Your task —
Copy every line below precisely as it appears.

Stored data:
***

def test_step_response_of_second_order_servo_matches_closed_form():
    # tests/REFERENCES.md#winder-step (second-order closed forms): T(s) = 4/(s^2 + 2 s + 4)
    A = [[0.0, 1.0], [-4.0, -2.0]]
    B, C, D = [[0.0], [4.0]], [[1.0, 0.0]], [[0.0]]
    t = np.linspace(0.0, 3.0, 3001)
    y = step_response(A, B, C, D, t).y[:, 0, 0]
    for tk, yk in [(0.5, 0.3402998466), (1.0, 0.8494256349), (2.0, 1.153122768), (3.0, 1.002289494)]:
        assert_allclose(y[int(round(tk * 1000))], yk, atol=1e-8)  # tests/REFERENCES.md#winder-step (second-order closed forms)
    t_long = np.linspace(0.0, 10.0, 200001)
    y_long = step_response(A, B, C, D, t_long).y[:, 0, 0]
    assert_allclose(y_long.max(), 1.163033535, atol=1e-9)  # tests/REFERENCES.md#winder-step peak value
    assert_allclose(t_long[np.argmax(y_long)], 1.813799364, atol=1e-4)  # tests/REFERENCES.md#winder-step peak time (grid 5e-5 s)


@settings(max_examples=15, deadline=None)
@given(seed=st.integers(0, 10_000), n=st.integers(1, 5), m=st.integers(1, 2), p=st.integers(1, 2))
def test_step_and_impulse_match_python_control(seed, n, m, p):
    A, B, C, D = _stable_system(seed, n, m, p)
    t = np.linspace(0.0, 5.0, 501)
    ours = step_response(A, B, C, D, t).y
    ref = ct.step_response(ct.ss(A, B, C, D), t).outputs  # (p, m, N)
    ref = np.asarray(ref).reshape(p, m, -1)
    assert_allclose(ours, np.moveaxis(ref, 2, 0), atol=1e-9 * max(1.0, np.abs(ref).max()))
    ours_i = impulse_response(A, B, C, np.zeros_like(D), t).y
    ref_i = np.asarray(ct.impulse_response(ct.ss(A, B, C, 0 * D), t).outputs).reshape(p, m, -1)
    assert_allclose(ours_i, np.moveaxis(ref_i, 2, 0), atol=1e-9 * max(1.0, np.abs(ref_i).max()))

***

Task result —
def test_step_response_of_second_order_servo_matches_closed_form():
    # tests/REFERENCES.md#winder-step (second-order closed forms): T(s) = 4/(s^2 + 2 s + 4)
    A = [[0.0, 1.0], [-4.0, -2.0]]
    B, C, D = [[0.0], [4.0]], [[1.0, 0.0]], [[0.0]]
    t = np.linspace(0.0, 3.0, 3001)
    y = step_response(A, B, C, D, t).y[:, 0, 0]
    for tk, yk in [(0.5, 0.3402998466), (1.0, 0.8494256349), (2.0, 1.153122768), (3.0, 1.002289494)]:
        assert_allclose(y[int(round(tk * 1000))], yk, atol=1e-8)  # tests/REFERENCES.md#winder-step (second-order closed forms)
    t_long = np.linspace(0.0, 10.0, 200001)
    y_long = step_response(A, B, C, D, t_long).y[:, 0, 0]
    assert_allclose(y_long.max(), 1.163033535, atol=1e-9)  # tests/REFERENCES.md#winder-step peak value
    assert_allclose(t_long[np.argmax(y_long)], 1.813799364, atol=1e-4)  # tests/REFERENCES.md#winder-step peak time (grid 5e-5 s)


@settings(max_examples=15, deadline=None)
@given(seed=st.integers(0, 10_000), n=st.integers(1, 5), m=st.integers(1, 2), p=st.integers(1, 2))
def test_step_and_impulse_match_python_control(seed, n, m, p):
    A, B, C, D = _stable_system(seed, n, m, p)
    t = np.linspace(0.0, 5.0, 501)
    ours = step_response(A, B, C, D, t).y
    ref = ct.step_response(ct.ss(A, B, C, D), t).outputs  # (p, m, N)
    ref = np.asarray(ref).reshape(p, m, -1)
    assert_allclose(ours, np.moveaxis(ref, 2, 0), atol=1e-9 * max(1.0, np.abs(ref).max()))
    ours_i = impulse_response(A, B, C, np.zeros_like(D), t).y
    ref_i = np.asarray(ct.impulse_response(ct.ss(A, B, C, 0 * D), t).outputs).reshape(p, m, -1)
    assert_allclose(ours_i, np.moveaxis(ref_i, 2, 0), atol=1e-9 * max(1.0, np.abs(ref_i).max()))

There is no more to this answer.